Wenn der Patient beispielsweise Infektionen in der Mundhöhle hat, also eine Zahnfleischentzündung, eine sog. Parodontose, dann bedeutet das, dass Bakterien in der Mundhöhle sind. Und das kann sich jeder Laie vorstellen:

Wenn der Implantologe in diese Entzündung ein Implantat setzt, wird sich das Implantatbett ebenfalls entzünden und es kommt zu Problemen. Es muss daher zunächst dafür gesorgt werden, dass der Mund entzündungsfrei ist. Also die Parodontose muss zunächst behandelt werden.

Dann gibt es auch allgemeine Erkrankungen, bei denen man besonders vorsichtig sein muss. Wenn z.B. ein chronisch-kranker Patient, ein herzkranker Patienten oder ein Diabetiker ein Zahnimplantat bekommen soll, dann müssen besondere Vorsichtsmaßnahmen ergriffen werden. Aber grundsätzlich kann auch bei diesen Patienten implantiert werden.

Selbst bei starken Rauchern kann man implantieren. Bei Rauchern ist jedoch die Heilung etwas verzögert. Wenn der Implantologe das vorher weiß, dann kann er sich darauf einstellen.

Dann gibt es noch bestimmte Medikamente, die in den Knochenstoffwechsel eingreifen sog. Bisphosphonate. Bei diesen Patienten ist ebenfalls Vorsicht geboten. In diesn Fällen muss der Implantologe bestimmte Dinge berücksichtigen, ggf. auch mal zum Hören greifen und mit dem behandelnden Arzt sprechen, ob dieser eine bestimmte Vorsichtsmaßnahme empfiehlt.

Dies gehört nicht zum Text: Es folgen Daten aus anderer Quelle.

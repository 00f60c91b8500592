"""Registry pages over HTTP: the supervisor adds, moves and retires sites, buildings, units and parts; every bad
value is refused at its field in plain words with nothing saved; technicians and property managers are refused."""

import datetime as dt
import html
import re

import pytest
import time_machine
from django.urls import reverse

from accounts.models import AuditEvent, Role
from frontend.views.registry_units import unit_form_initial
from inventory.models import AHU, Building, Component, Site
from scheduling.engine import work_orders_generate
from scheduling.models import WorkOrder, WorkOrderTask
from tests.factories.accounts import OrganisationFactory, make_person
from tests.factories.inventory import BuildingFactory, SiteFactory, make_full_unit

# A number typed with an exponent (accounts.typed_numbers.exponent_words), before the field's range.
PLAIN = "is not a plain number; type digits with an optional decimal point or comma"

pytestmark = pytest.mark.django_db
NOW = dt.datetime(2026, 3, 9, 9, 30, tzinfo=dt.UTC)  # a Monday morning; any fixed moment would do


@pytest.fixture(autouse=True)
def _clock():
    with time_machine.travel(NOW, tick=False):
        yield


def _text(response) -> str:
    return re.sub(r"\s+", " ", html.unescape(response.content.decode()))


def _visible(response) -> str:
    """The page's words without its markup."""
    return re.sub(r"\s+", " ", re.sub(r"<[^>]+>", " ", html.unescape(response.content.decode())))


def _field_errors(response, field_id: str) -> str:
    """The refusals shown at one field (the block right under it)."""
    page = html.unescape(response.content.decode())
    found = re.search(rf'<div id="{field_id}-errors">(.*?)</div>', page, re.S)
    return re.sub(r"<[^>]+>", " ", found.group(1)) if found else ""


def _counts():
    return (Site.objects.count(), Building.objects.count(), AHU.objects.count(), Component.objects.count())


UNIT = {
    "tag": "AHU-02",
    "location": "Roof plant room",
    "area_served": "Offices 1–3",
    "design_supply_airflow_m3s": "2500",  # L/s for an SI person
    "design_min_oa_fraction": "30",
    "ventilation_zones": "single_zone",
    "air_distribution": "ceiling_supply_cool",
    "heat_recovery": "plate",
    "supply_air_setpoint_c": "18",
    "duct_static_setpoint_pa": "250",
}
FILTERS = {
    "kind": "filter_bank",
    "name": "Final filters",
    "spec_stage": "final",
    "spec_merv": "14",
    "spec_size": "592x592x600",
    "spec_count": "6",
    "spec_clean_dp_pa": "90",
    "spec_final_dp_pa": "250",
    "spec_design_airflow_m3s": "2500",
}


def test_the_supervisor_adds_a_site_a_building_a_unit_and_its_parts(scenario, login):
    """From the registry list: a site with access notes, a building under it, a unit in L/s, a filter bank, a
    supply fan and an electric preheater; each write leaves an audit event by the supervisor."""
    client = login(scenario.supervisor)
    page = _text(client.get(reverse("frontend:registry")))
    assert "Add site" in page and "Add unit" in page and "Add building" in page
    r = client.post(
        reverse("frontend:registry_site_new"),
        {"name": "Quayside Depot", "address": "1 Quay Road", "latitude": "53.55", "longitude": "9.99",
         "time_zone": "Europe/Berlin", "access_notes": "Keys at the gatehouse; roof hatch code from the caretaker."},
    )  # fmt: skip
    site = Site.objects.get(name="Quayside Depot")
    assert r.status_code == 302 and site.organisation == scenario.org
    assert site.access_notes.startswith("Keys at the gatehouse") and site.time_zone == "Europe/Berlin"
    client.post(reverse("frontend:registry_building_new", args=[site.pk]), {"name": "Store A", "floors": "2"})
    building = site.buildings.get()
    r = client.post(reverse("frontend:registry_unit_new"), {**UNIT, "building": str(building.pk)})
    ahu = AHU.objects.get(building=building)
    assert r.status_code == 302
    assert ahu.design_supply_airflow_m3s == pytest.approx(2.5)  # 2500 L/s
    assert ahu.supply_air_setpoint_c == 18 and ahu.heat_recovery == "plate"
    new_part = reverse("frontend:registry_component_new", args=[ahu.pk])
    assert client.post(new_part, FILTERS).status_code == 302
    fan = {"kind": "fan", "name": "Supply fan", "spec_role": "supply", "spec_fan_type": "plug", "spec_drive": "direct",
           "spec_vsd": "1", "spec_motor_power_w": "5.5", "spec_design_flow_m3s": "2500",
           "spec_design_pressure_pa": "800"}  # fmt: skip
    assert client.post(new_part, fan).status_code == 302
    heater = {"kind": "electric_preheater", "name": "Frost heater", "spec_power_w": "24", "spec_stages": "3",
              "spec_switch_on_c": "-5"}  # fmt: skip
    assert client.post(new_part, heater).status_code == 302
    parts = {c.name: c for c in ahu.components.all()}
    assert parts["Final filters"].specs["design_airflow_m3s"] == pytest.approx(2.5)
    assert parts["Supply fan"].specs["vsd"] is True
    assert parts["Frost heater"].specs["power_w"] == pytest.approx(24000)  # typed as 24 kW
    actions = set(AuditEvent.objects.filter(actor=scenario.supervisor).values_list("action", flat=True))
    assert {"site_create", "building_create", "ahu_create", "component_create"} <= actions
    unit_page = _text(client.get(reverse("frontend:registry_unit", args=[ahu.pk])))
    for link in ("Add component", "Edit unit", "Move", "Retire"):
        assert link in unit_page


def test_the_unit_form_speaks_plain_words_in_the_persons_units(scenario, login):
    """Labels name the quantity and its unit (L/s, °C, Pa for SI; cfm, °F, in. w.c. for US), never a field name."""
    client = login(scenario.supervisor)
    page = _text(client.get(reverse("frontend:registry_unit_edit", args=[scenario.unit_a.pk])))
    assert "Design supply airflow (L/s)" in page and "Supply-air setpoint (°C)" in page
    assert "Duct static pressure setpoint (Pa)" in page
    words = _visible(client.get(reverse("frontend:registry_unit_edit", args=[scenario.unit_a.pk])))
    assert "m3s" not in words and "Supply air setpoint c" not in words and "m³/s" not in words
    scenario.supervisor.unit_system = "us"
    scenario.supervisor.save(update_fields=["unit_system"])
    page = _text(client.get(reverse("frontend:registry_unit_edit", args=[scenario.unit_a.pk])))
    assert "Design supply airflow (cfm)" in page and "Supply-air setpoint (°F)" in page
    assert "Duct static pressure setpoint (in. w.c.)" in page
    form = {k: "1" if v is True else "" if v in (None, False) else str(v)
            for k, v in unit_form_initial(ahu=scenario.unit_a, system="us").items()}  # fmt: skip
    r = client.post(
        reverse("frontend:registry_unit_edit", args=[scenario.unit_a.pk]), {**form, "design_supply_airflow_m3s": "4000"}
    )
    assert r.status_code == 302
    scenario.unit_a.refresh_from_db()
    assert scenario.unit_a.design_supply_airflow_m3s == pytest.approx(4000 * 0.00047194745, rel=1e-6)  # 1 cfm


@pytest.mark.parametrize(
    ("field", "typed", "said"),
    [
        ("design_supply_airflow_m3s", "-2", "Design supply airflow: -2 L/s is out of range; allowed: a number from 10 to 100000 L/s"),  # noqa: E501
        # Typed with an exponent: the value as typed and the field's range (never read as 1e400 or 100000).
        ("design_supply_airflow_m3s", "1e400", f"Design supply airflow: “1e400” {PLAIN}, allowed: a number from 10 to 100000 L/s"),  # noqa: E501
        ("design_supply_airflow_m3s", "1e3", f"Design supply airflow: “1e3” {PLAIN}, allowed: a number from 10 to 100000 L/s"),  # noqa: E501
        ("design_supply_airflow_m3s", "NaN", "Design supply airflow: 'NaN' is not a finite number"),
        ("tag", "", "Tag is required"),
        ("tag", "AHU\x00-9", "Tag: the text contains control characters (such as NUL)"),
        ("tag", "ahu-01", "Tag: 'ahu-01' is already used by AHU-01 in North block"),
        ("supply_air_setpoint_c", "six", "Supply-air setpoint: 'six' is not a finite number"),
    ],
)  # fmt: skip
def test_a_bad_unit_value_is_refused_at_its_field_and_nothing_is_saved(scenario, login, field, typed, said):
    """Negative or non-finite airflow, an empty tag, NUL, a tag already used in the building, a word for a number:
    each is said at its field naming the value and what is allowed; the typed value stays; nothing is stored."""
    client = login(scenario.supervisor)
    building = scenario.unit_a.building
    before = _counts()
    r = client.post(reverse("frontend:registry_unit_new"), {**UNIT, "building": str(building.pk), field: typed})
    assert r.status_code == 400
    assert said in _field_errors(r, f"f-{field}")
    assert "Nothing was saved" in _text(r)
    if "\x00" not in typed:
        assert f'value="{typed}"' in html.unescape(r.content.decode())
    assert _counts() == before


@pytest.mark.parametrize(
    ("field", "typed", "said"),
    [
        ("spec_design_airflow_m3s", "-2500", "Design airflow: -2500 L/s is out of range; allowed: a number from 10 to 100000 L/s"),  # noqa: E501
        ("spec_clean_dp_pa", "300", "Clean (initial) pressure drop: 300 Pa is not below the final (change) pressure drop of 250 Pa"),  # noqa: E501
        ("spec_count", "six", "Number of filters: 'six' is not a whole number; allowed: a whole number from 1 to 200"),
        ("spec_merv", "25", "MERV class (ASHRAE 52.2): '25' is not one of the choices; allowed: one of 1, 2"),
        ("spec_size", "592\x00", "control characters"),
        ("spec_final_dp_pa", "1e400", f"Final (change) pressure drop: “1e400” {PLAIN}, allowed: a number from"),
        ("spec_clean_dp_pa", "nan", "Clean (initial) pressure drop: 'nan' is not a finite number"),
        ("name", "", "Name is required"),
    ],
)  # fmt: skip
def test_a_bad_spec_is_refused_at_its_field_and_no_part_is_added(scenario, login, field, typed, said):
    client = login(scenario.supervisor)
    ahu = scenario.unit_a
    before = _counts()
    r = client.post(reverse("frontend:registry_component_new", args=[ahu.pk]), {**FILTERS, field: typed})
    assert r.status_code == 400
    field_id = f"spec-{field.removeprefix('spec_')}" if field.startswith("spec_") else f"f-{field}"
    assert said in _field_errors(r, field_id), _text(r)
    assert _counts() == before


def test_a_site_with_bad_values_is_not_added(scenario, login):
    client = login(scenario.supervisor)
    before = _counts()
    r = client.post(
        reverse("frontend:registry_site_new"),
        {"name": "Harbour House", "latitude": "1e400", "longitude": "NaN", "time_zone": "Mars/Olympus",
         "access_notes": "code \x00 1234"},
    )  # fmt: skip
    assert r.status_code == 400
    assert "Site name: 'Harbour House' is already a site of" in _field_errors(r, "f-name")
    assert f"Latitude: “1e400” {PLAIN}, allowed: a number from -90 to 90 °" in _field_errors(r, "f-latitude")
    assert "Longitude: 'NaN' is not a finite number" in _field_errors(r, "f-longitude")
    assert "Time zone: 'Mars/Olympus' is not one of the choices" in _field_errors(r, "f-time_zone")
    assert "control characters" in _field_errors(r, "f-access_notes")
    assert _counts() == before


def test_retiring_a_unit_cancels_its_open_visits_keeps_its_records_and_stops_new_work(scenario, login):
    client = login(scenario.supervisor)
    ahu = scenario.unit_a
    page = _text(client.get(reverse("frontend:registry_unit_retire", args=[ahu.pk])))
    assert "Quarterly service" in page  # the open visit that will be cancelled is named
    r = client.post(reverse("frontend:registry_unit_retire", args=[ahu.pk]), {"reason": "Replaced by AHU-05"})
    assert r.status_code == 302
    ahu.refresh_from_db()
    assert ahu.status == AHU.Status.RETIRED
    scenario.work_a.refresh_from_db()
    assert scenario.work_a.state == WorkOrder.State.CANCELLED and "Replaced by AHU-05" in scenario.work_a.cancel_reason
    assert ahu.components.count() > 0  # nothing deleted
    assert AuditEvent.objects.filter(action="ahu_retire", object_id=str(ahu.pk)).exists()
    work_orders_generate(organisation=scenario.org, today=dt.date(2026, 3, 9))
    assert not ahu.work_orders.exclude(state=WorkOrder.State.CANCELLED).exists()
    assert scenario.unit_b.work_orders.count() > 1  # the other unit still gets its plan
    registry = _text(client.get(reverse("frontend:registry")))
    assert "Retired" in registry and "AHU-01" in registry


def test_a_unit_with_a_visit_under_way_is_not_retired(scenario, login):
    WorkOrder.objects.filter(pk=scenario.work_a.pk).update(state=WorkOrder.State.IN_PROGRESS)
    client = login(scenario.supervisor)
    r = client.post(reverse("frontend:registry_unit_retire", args=[scenario.unit_a.pk]), {"reason": ""})
    assert r.status_code == 400
    assert "has a visit under way: Quarterly service" in _text(r)
    scenario.unit_a.refresh_from_db()
    assert scenario.unit_a.status == AHU.Status.IN_SERVICE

Eine besondere Situation ist gegeben bei Patienten, die z.B. eine Organtransplantation erhalten haben, wie Nierentransplantationen oder Herztransplantationen. Diese Patienten stehen unter Medikamenten, die das Immunsystem reduzieren.

In diesen Fällen sollte der Implantologe vorsichtig sein und es ist zwingend erforderlich, dass er sich mit dem Internisten oder mit dem Kardiologen abstimmt.

Fazit: Grundsätzlich gibt es keine Gründe, nicht zu implantieren. Aber bei bestimmten Patientengruppen muss der Zahnarzt etwas vorsichtiger sein. Und das gehört dann in die Hand eine versierten Implantologen oder einer versierten Zahnklinik.

Kann man bei einer Parodontose Implantate setzen?

Es kommen Patienten in unsere Zahnklinik in Herne, die ihre Zähne teilweise oder ganz durch eine Parodontose verloren haben, durch den Schwund des Zahnfleisches und den Schwund des Knochens.

Eine Parodontose wird immer durch Bakterien hervorgerufen. In den Mündern dieser Patienten sind Bakterien. Wenn der Implantologe nun dort ein Zahnimplantat einsetzt, werden sofort diese Bakterien auf das Implantatbett überspringen also auf die Umgebung des Implantats und dort zu Entzündungen führen. Dementsprechend lockert sich dann das Implantat und heilt nicht ein.

Bei einem Parodontose-Patienten sollte man sehr vorsichtig sein und aus unserer Sicht grundsätzlich nicht implantieren. Man muss zuerst durch eine fundierte Behandlung die Parodontose beseitigen - das ist heutzutage überhaupt kein Problem - und dann erst implantieren.